Yachts to be brought ashore at Larnaca marina

 

Patrick Dewhurst

THE CYPRUS Tourism Organisation (CTO) is to evict up to 150 boats from Larnaca marina after investigations revealed dangerously unstable pontoons.

Acting CTO general director Lefkos Phylactides said yesterday: “We have found out through technical studies and onsite inspections that some of the wharfs – where the boats are tied – have problems relating to structural adequacy.”

Phylactides said that given the possible dangers of collapsing wharfs, the CTO had no option but to close off access to the dangerous parts of the marina. Around 150 are thought to be affected, while another 150 are safely berthed.

“The CTO has no option but to close access to the port until we have taken measures to rectify the situation.
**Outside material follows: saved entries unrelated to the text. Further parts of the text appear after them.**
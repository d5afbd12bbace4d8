package sweep

import (
	"bytes"
	"context"
	"image"
	"image/color"
	"image/gif"
	"math"
	"path/filepath"
	"testing"

	"kerrscope/render/maps"
	"kerrscope/scene"
)

// The merged GIF's frames are the maps with a strip below: the map part
// is the frame's palette image exactly; the strip's first line (the swept
// value) differs from frame to frame; the colour bar below it is the
// same on every frame and runs through the scale's palette entries in
// order. The spectra plot names its colour bar in words.
func TestGIFFramesCarryValueAndBar(t *testing.T) {
	dir := t.TempDir()
	const w, h = 96, 40
	p := testPlan(t, dir, []string{"spin=0.5:0.99:3"}, func(s *scene.Scene) {
		s.Screen.Width, s.Screen.Height = w, h
		s.Output.Maps = []string{"redshift", "order"}
		s.Output.Formats = []string{"csv"}
	}, maps.Scales{})
	mustRun(t, p, Options{})
	if _, err := Merge(context.Background(), dir, MergeOptions{GIFs: []string{"redshift", "order"}}); err != nil {
		t.Fatal(err)
	}
	files := dirFiles(t, dir, "frame-")
	em := stripEm(w)
	pad := math.Round(0.5 * em)
	barTop := int(math.Round(pad + 1.5*em))
	barBottom := barTop + int(math.Round(0.9*em))
	for _, name := range []string{"redshift", "order"} {
		g, err := gif.DecodeAll(bytes.NewReader(mustRead(t, filepath.Join(dir, "sweep-"+name+".gif"))))
		if err != nil {
			t.Fatal(err)
		}
		if g.Config.Width != w || g.Config.Height != h+stripHeight(w) || len(g.Image) != 3 {
			t.Fatalf("%s GIF %d×%d, %d frames; want %d×%d, 3", name, g.Config.Width, g.Config.Height, len(g.Image), w, h+stripHeight(w))
		}
		region := func(im *image.Paletted, y0, y1 int) []byte { return im.Pix[y0*im.Stride : y1*im.Stride] }
		for k, im := range g.Image {
			src := decodePNG(t, files[p.framePrefix(k)+"-"+name+"-indexed.png"]).(*image.Paletted)
			if !bytes.Equal(region(im, 0, h), src.Pix) {
				t.Errorf("%s frame %d: the map part differs from its palette image", name, k)
			}
			if k == 0 {
				continue
			}
			prev := g.Image[k-1]
			if bytes.Equal(region(im, h, h+barTop), region(prev, h, h+barTop)) {
				t.Errorf("%s frames %d and %d: the same label line", name, k-1, k)
			}
			if !bytes.Equal(region(im, h+barTop, h+barBottom), region(prev, h+barTop, h+barBottom)) {
				t.Errorf("%s frames %d and %d: different colour bars", name, k-1, k)
			}
		}
		im := g.Image[0]
		row := im.Pix[(h+(barTop+barBottom)/2)*im.Stride:][:w]
		switch name {
		case "redshift":
			// Inside the outline, the scale from its first entry to its last.
			in := row[int(pad)+1 : w-int(pad)-1]
			for i := 1; i < len(in); i++ {
				if in[i] < in[i-1] {
					t.Fatalf("redshift bar not in scale order at column %d: %v", i, in)
				}
			}
			// The outline is one pixel in from each end: a column is
			// 1/76 of the scale's 254 entries.
			if in[0] < 2 || in[0] > 10 || in[len(in)-1] < 247 {
				t.Errorf("redshift bar runs from palette entry %d to %d, want about 2 to 255", in[0], in[len(in)-1])
			}
		case "order":
			seen := map[uint8]bool{}
			for _, c := range row {
				seen[c] = true
			}
			for o := 0; o < 3; o++ {
				if !seen[uint8(2+o)] {
					t.Errorf("order key lacks the swatch of n = %d (palette entry %d)", o, 2+o)
				}
			}
			n := len(orderPalette(t))
			if !sameColor(im.Palette[n], whiteColor) || !sameColor(im.Palette[n+1], color.RGBA{0, 0, 0, 0xff}) {
				t.Errorf("order GIF palette continues with %v, %v; want white, black for the strip", im.Palette[n], im.Palette[n+1])
			}
		}
	}
	plots, err := p.spectraPlots(maps.Scales{FluxMax: 1})
	if err != nil {
		t.Fatal(err)
	}
	if got := plots[0].plot.Bar.Label; got != "spin a" {
		t.Errorf("spectra colour bar %q, want %q", got, "spin a")
	}
	if got := p.valueLabel([]float64{0.99}); got != "a = 0.99" {
		t.Errorf("frame label %q", got)
	}
}

var whiteColor = color.RGBA{0xff, 0xff, 0xff, 0xff}
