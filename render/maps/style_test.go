package maps

import (
	"math"
	"testing"

	"kerrscope/render/internal/figure"
)

// The linear redshift scale is linear in g with one stretch on both sides
// of g = 1 (so t(1 − x) + t(1 + x) = 1 and equal steps in g are equal
// steps in t), and its bar is labelled at both ends with 1 ∓ D; the split
// scale reaches GMin and GMax at the ends, log g on each side.
func TestRedshiftScales(t *testing.T) {
	sc := Scales{GMin: 0.17, GMax: 1.24}
	lin := sc
	lin.GLinear = true
	d := 0.83 // the larger distance from 1
	for _, x := range []float64{0, 0.1, 0.2, 0.5, 0.83} {
		if s := lin.GPosition(1-x) + lin.GPosition(1+x); math.Abs(s-1) > 1e-12 && 1+x <= 1+d {
			t.Errorf("linear: t(1−%v) + t(1+%v) = %v", x, x, s)
		}
		if got, want := lin.GPosition(1+x), 0.5+0.5*x/d; math.Abs(got-want) > 1e-12 {
			t.Errorf("linear: t(%v) = %v, want %v", 1+x, got, want)
		}
	}
	// Split: the ends, and log g on each side (a ratio halfway in log
	// sits halfway along its half).
	if a, b := sc.GPosition(0.17), sc.GPosition(1.24); a != 0 || math.Abs(b-1) > 1e-12 {
		t.Errorf("split ends at %v and %v", a, b)
	}
	if got := sc.GPosition(math.Sqrt(0.17)); math.Abs(got-0.25) > 1e-12 {
		t.Errorf("split: t(√0.17) = %v, want 0.25", got)
	}
	if got := sc.GPosition(math.Sqrt(1.24)); math.Abs(got-0.75) > 1e-12 {
		t.Errorf("split: t(√1.24) = %v, want 0.75", got)
	}
	if !math.IsNaN(lin.GPosition(math.NaN())) || !math.IsNaN(sc.GPosition(math.NaN())) {
		t.Error("NaN g is not kept NaN")
	}
	for _, c := range []struct {
		sc       Scales
		lo, hi   string
		noteWord string
	}{{sc, "0.17", "1.24", "log"}, {lin, "0.17", "1.83", "linear"}} {
		var p figure.Panel
		redshiftBar(nil, c.sc, &p)
		first, last := p.Bar.Ticks[0], p.Bar.Ticks[1]
		if first.T != 0 || first.Label != c.lo || last.T != 1 || last.Label != c.hi {
			t.Errorf("bar ends %+v, %+v; want %s at 0 and %s at 1", first, last, c.lo, c.hi)
		}
		if len(p.Bar.Note) < len(c.noteWord) || p.Bar.Note[:len(c.noteWord)] != c.noteWord {
			t.Errorf("bar note %q does not say the scale is %s", p.Bar.Note, c.noteWord)
		}
	}
}

func TestBarNumbers(t *testing.T) {
	for v, want := range map[float64]string{7.73e-6: "7.73×10^{−6}", 0.0773: "0.0773", -2: "−2", 1.5e12: "1.5×10^{12}"} {
		if got := barNumber(v); got != want {
			t.Errorf("barNumber(%v) = %q, want %q", v, got, want)
		}
	}
	for v, want := range map[float64]string{1e-4: "10^{−4}", 1: "1", 10: "10", 1e3: "10^{3}"} {
		if got := decadeLabel(v); got != want {
			t.Errorf("decadeLabel(%v) = %q, want %q", v, got, want)
		}
	}
}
We are not sure what those measures will be yet, most probably (the dangerous pontoons) will be demolished.”

Asked where the boats that had berthed in the Marina could go, Phylactides said: “We are making arrangements for the users to dry dock  their yachts at the marina, and we are looking into various ways of alleviating the cost to owners.”

As of yesterday, however, the boats remained in the Marina, and tonight the boats’ owners have scheduled a meeting to discuss the matter, after which they are expected to approach the CTO.

In the next two to three days, Phylactides said, the CTO would be in a better position to announce concrete measures.

“We are aware that this is upsetting but we have a responsibility to ensure the safety (of the marina’s users.)”

According to Larnaca Marina manager and CTO inspector Christos Petrides the 30 year old port needs an investment of between €500,000 and €600,000 to bring it up to scratch.

The top priority, Petrides said, is to replace the unstable and deteriorated pontoons and with floating pontoons and “fingers” (against which a boat berths).

However, the CTO is unlikely to invest any money or make any refurbishments because of ongoing negotiations with a consortium of private buyers –  called the “Zenon” consortium, and which includes among others Louis (22 per cent)  Iacovou Brothers (17.5 per cent), Petrolina (17.5 per cent) Bouyques Batiment (17.5 per cent).

According to Phylactides, the CTO and Zenon are in the final stages of an agreement, with a few legal aspects left to consider, and so “It would not be wise for the CTO to engage in any major investment now.”

Last month, Communications and public works minister Efthymios Flourentzos said he was hopeful that the negotiations would be completed by the end of the year.